From an initial search result of 2673 articles, 22 studies were included (1268 primary APS patients and 1649 healthy controls). Twenty-two genes were identified in which 16 were significantly associated with thrombosis in primary APS whereas six genes showed no significant association with thrombosis. Based on the NOS, 14 studies were of high quality while 6 were low quality studies. From the bioinformatic analyses, thrombin-activated receptor activity (q = 6.77 × 10), blood coagulation (q = 2.63 × 10), formation of fibrin clot (q = 9.76 × 10) were the top hit for molecular function, biological process and pathway categories, respectively. With the highest confidence interaction score of 0.900, all of the thrombosis-associated gene encoded proteins of APS were found to be interconnected except for two. Based on the pathway analysis, cumulatively all the genes affect haemostasis [false discovery rate (FDR) = 1.01 × 10] and the immune system [FDR = 9.93 × 10]. Gene expression analysis from RNA-Seq data revealed that almost all the genes were expressed in 32 different tissues in the human body.
According to our systematic review, 16 genes contribute significantly in patients with thrombotic primary APS when compared with controls. Bioinformatic analyses of these genes revealed their molecular interconnectivity in protein levels largely by affecting blood coagulation and immune system. These genes are expressed in 32 different organs and may pose higher risk of developing thrombosis anywhere in the body of primary APS patients.
抗磷脂综合征(APS)是一种自身免疫性多因素疾病。遗传被认为在 APS 的发病机制中起重要作用,尤其是在血栓形成和妊娠发病机制中。在过去的 20 年中,大量关于 APS 遗传贡献的研究表明,APS 是一种多基因疾病,许多基因参与其临床表现的发展。
本系统综述旨在评估血栓形成性原发性 APS 的遗传危险因素。
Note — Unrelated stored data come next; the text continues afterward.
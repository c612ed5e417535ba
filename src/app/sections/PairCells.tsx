import type { Quantity } from "../../core/quantity.ts";
import { quantityText } from "../../figures/formatQuantity.ts";
import type { CaseView } from "../session/caseView.ts";
import type { SettingRow } from "./definitionRows.ts";
import { originManner, sameReason } from "./fitNumber.ts";
import { formatted, QuantityCells } from "./QuantityText.tsx";
import { RichText } from "./RichText.tsx";

/** n and x0 with their intervals as four cells; one reason for both spans all four. */
export function PairCells({
  view,
  n,
  x0,
  rows,
}: {
  view: CaseView;
  n: Quantity;
  x0: Quantity;
  /** What the two rest on. */
  rows: readonly SettingRow[];
}) {
  const why = sameReason(n, x0);
  if (why !== null)
    return (
      <td className="why" colSpan={4}>
        <RichText text={why} />
      </td>
    );
  return [
    { quantity: n, manner: { label: "n", units: view.units } },
    { quantity: x0, manner: originManner(view) },
  ].map(({ quantity, manner }) => (
    <QuantityCells
      key={manner.label}
      cell
      quantity={quantity}
      at={{
        kind: "page",
        view,
        shown: quantityText(formatted(quantity, manner)),
        rows: [...rows, ...openSides(quantity)],
      }}
      {...manner}
    />
  ));
}

/** Why an interval has no end on a side. */
function openSides(quantity: Quantity): SettingRow[] {
  if (quantity.value === null) return [];
  const { why_low, why_high } = quantity;
  if (why_low !== undefined && why_low === why_high) return [["no interval", why_low]];
  return [
    ...(why_low === undefined ? [] : [["open below", why_low] as const]),
    ...(why_high === undefined ? [] : [["open above", why_high] as const]),
  ];
}
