import { useState } from "react";
import { labelOf } from "../../core/catalogue.ts";
import { unitOf } from "../../core/unitText.ts";
import { targetText } from "../../export/sentences/bodySentences.ts";
import { formatDigits, formatPosition, withUnit } from "../../figures/formatNumber.ts";
import type { SheetBody } from "../../sheet/caseSheet.ts";
import type { WorkspaceChange } from "../../sheet/workspace.ts";
import type { CaseView } from "../session/caseView.ts";
import { BodyFields } from "./BodyFields.tsx";
import { SentenceText } from "./SentenceText.tsx";
import { SymbolText } from "./SymbolText.tsx";

/** The body and its targets as a small list; Change opens the fields in its place. */
export function BodyChoices({
  cases,
  onChange,
}: {
  cases: readonly CaseView[];
  onChange: (change: WorkspaceChange) => void;
}) {
  const [open, setOpen] = useState(false);
  return (
    <>
      {open ? <BodyFields cases={cases} onChange={onChange} /> : <BodyList cases={cases} />}
      <p className="note-actions">
        <button type="button" className="action" onClick={() => setOpen(!open)}>
          {open ? "Close" : "Change"}
        </button>{" "}
        <button
          type="button"
          className="action"
          onClick={() => onChange({ kind: "set-body", caseId: null, body: null })}
        >
          Take it away
        </button>
      </p>
    </>
  );
}

function BodyList({ cases }: { cases: readonly CaseView[] }) {
  const { units, along } = cases[0];
  const length = unitOf("L", units);
  /** One text where the cases agree, else one for each. */
  const said = (of: (body: SheetBody | null) => string) =>
    [...new Set(cases.map((view) => of(view.of.sheet.body)))].join(", ");
  const wanted = (key: "Tu" | "L11_chord") => {
    const numbers = cases.map(({ of: { sheet } }) => (key === "Tu" ? sheet.body?.Tu : sheet.body?.L11));
    return [...new Set(numbers)].flatMap((target) => (target == null ? [] : [target]));
  };
  const targets = (["Tu", "L11_chord"] as const).flatMap((key) =>
    wanted(key).map((target) => targetText(key, target)),
  );
  return (
    <dl className="choice-list">
      <dt>{along === "t" ? "time" : "position"}</dt>
      <dd>
        {said((body) =>
          body === null
            ? "nowhere"
            : withUnit(formatPosition(body.x), unitOf(along === "t" ? "T" : "L", units)),
        )}
      </dd>
      <dt>
        chord <SymbolText runs={labelOf("chord").symbol} />
      </dt>
      <dd>
        {said((body) => (body?.chord == null ? "none" : withUnit(formatDigits(body.chord, 3), length)))}
      </dd>
      <dt>targets</dt>
      <dd>
        {targets.length === 0
          ? "none"
          : targets.map((target, i) => (
              // biome-ignore lint/suspicious/noArrayIndexKey: targets have no identity but their place
              <span key={i}>
                {i > 0 && ", "}
                <SentenceText sentence={[target]} />
              </span>
            ))}
      </dd>
    </dl>
  );
}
此外,通过生物信息学分析,评估相关基因在不同器官的 RNA-Seq 衍生表达模式中的常见分子功能、生物学过程、途径、与基因编码蛋白的相互关系。
不限制年份,使用 Web of Science、PubMed、Scopus、ScienceDirect 和 Google Scholar 数据库对英文文章进行了系统搜索(截至 2017 年 9 月 4 日)。根据纳入标准选择符合条件的研究。两位研究人员独立从纳入的研究中提取数据。使用改良的纽卡斯尔渥太华量表(NOS)对纳入研究进行质量评估。
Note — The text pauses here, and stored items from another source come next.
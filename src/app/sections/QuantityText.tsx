import type { ReactNode } from "react";
import { labelOf } from "../../core/catalogue.ts";
import type { Quantity } from "../../core/quantity.ts";
import type { Units } from "../../core/unitText.ts";
import { raisedDigits, thinSpace, withUnit } from "../../figures/formatNumber.ts";
import { type FormattedQuantity, formatQuantity, formatScaled } from "../../figures/formatQuantity.ts";
import type { FoundNumber } from "./foundNumber.ts";
import { NumberButton } from "./NumberButton.tsx";
import { RichText } from "./RichText.tsx";

/** How a quantity is to be shown: by its label, or in multiples of a length. */
export interface Manner {
  readonly label: string;
  readonly units: Units;
  /** A length is divided by this and followed by its letter. */
  readonly per?: { readonly length: number; readonly symbol: string };
}

/** The same, and where the number comes from if no result holds it as it is shown. */
interface Cells extends Manner {
  readonly quantity: Quantity;
  readonly at?: FoundNumber;
  /** What stands behind the value: the sign of a doubt. */
  readonly beside?: ReactNode;
  /** In a table of many numbers, which is one stop of the Tab key. */
  readonly cell?: boolean;
}

export function formatted(quantity: Quantity, { label, units, per }: Manner): FormattedQuantity {
  const entry = labelOf(label);
  return per
    ? formatScaled(quantity, { factor: 1 / per.length, unit: per.symbol, digits: entry.digits })
    : formatQuantity(quantity, entry, units);
}

/** "× 10⁻³" behind the value, where it is written in powers of ten. */
export function valueText({ value, power }: FormattedQuantity): string {
  return power === null ? value : `${value}${thinSpace}×${thinSpace}10${raisedDigits(power)}`;
}

/** A value and its interval as two cells of a table; the reason of a gap spans both. */
export function QuantityCells({ quantity, at, beside, cell = false, ...manner }: Cells) {
  const shown = formatted(quantity, manner);
  if (quantity.value === null)
    return (
      <td className="why" colSpan={2}>
        <RichText text={quantity.why} />
      </td>
    );
  return (
    <>
      <td title={String(quantity.value)}>
        <NumberButton of={manner.label} quantity={quantity} at={at} cell={cell}>
          {withUnit(valueText(shown), manner.per ? shown.unit : "")}
        </NumberButton>
        {beside}
      </td>
      <td className="pm">{shown.interval ?? "–"}</td>
    </>
  );
}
从最初的 2673 篇文章中,有 22 项研究入选(1268 例原发性 APS 患者和 1649 例健康对照)。在 22 个基因中,有 16 个基因与原发性 APS 血栓形成显著相关,而 6 个基因与血栓形成无关。根据 NOS,14 项研究为高质量研究,6 项为低质量研究。通过生物信息学分析,凝血酶激活受体活性(q = 6.77 × 10)、血液凝固(q = 2.63 × 10)、纤维蛋白凝块形成(q = 9.76 × 10)分别是分子功能、生物学过程和途径分类的最高命中。APS 血栓形成相关基因编码蛋白的置信度互作评分最高为 0.900,除两个外,所有蛋白均相互关联。基于途径分析,累积所有基因均影响止血[假发现率(FDR)= 1.01 × 10]和免疫系统[FDR = 9.93 × 10]。RNA-Seq 数据的基因表达分析显示,几乎所有基因都在人体 32 种不同组织中表达。
根据我们的系统综述,与对照组相比,16 个基因在血栓形成性原发性 APS 患者中显著表达。对这些基因的生物信息学分析表明,它们在蛋白质水平上的分子相互连接主要是通过影响血液凝固和免疫系统。这些基因在 32 种不同的器官中表达,可能会使原发性 APS 患者全身任何部位发生血栓形成的风险更高。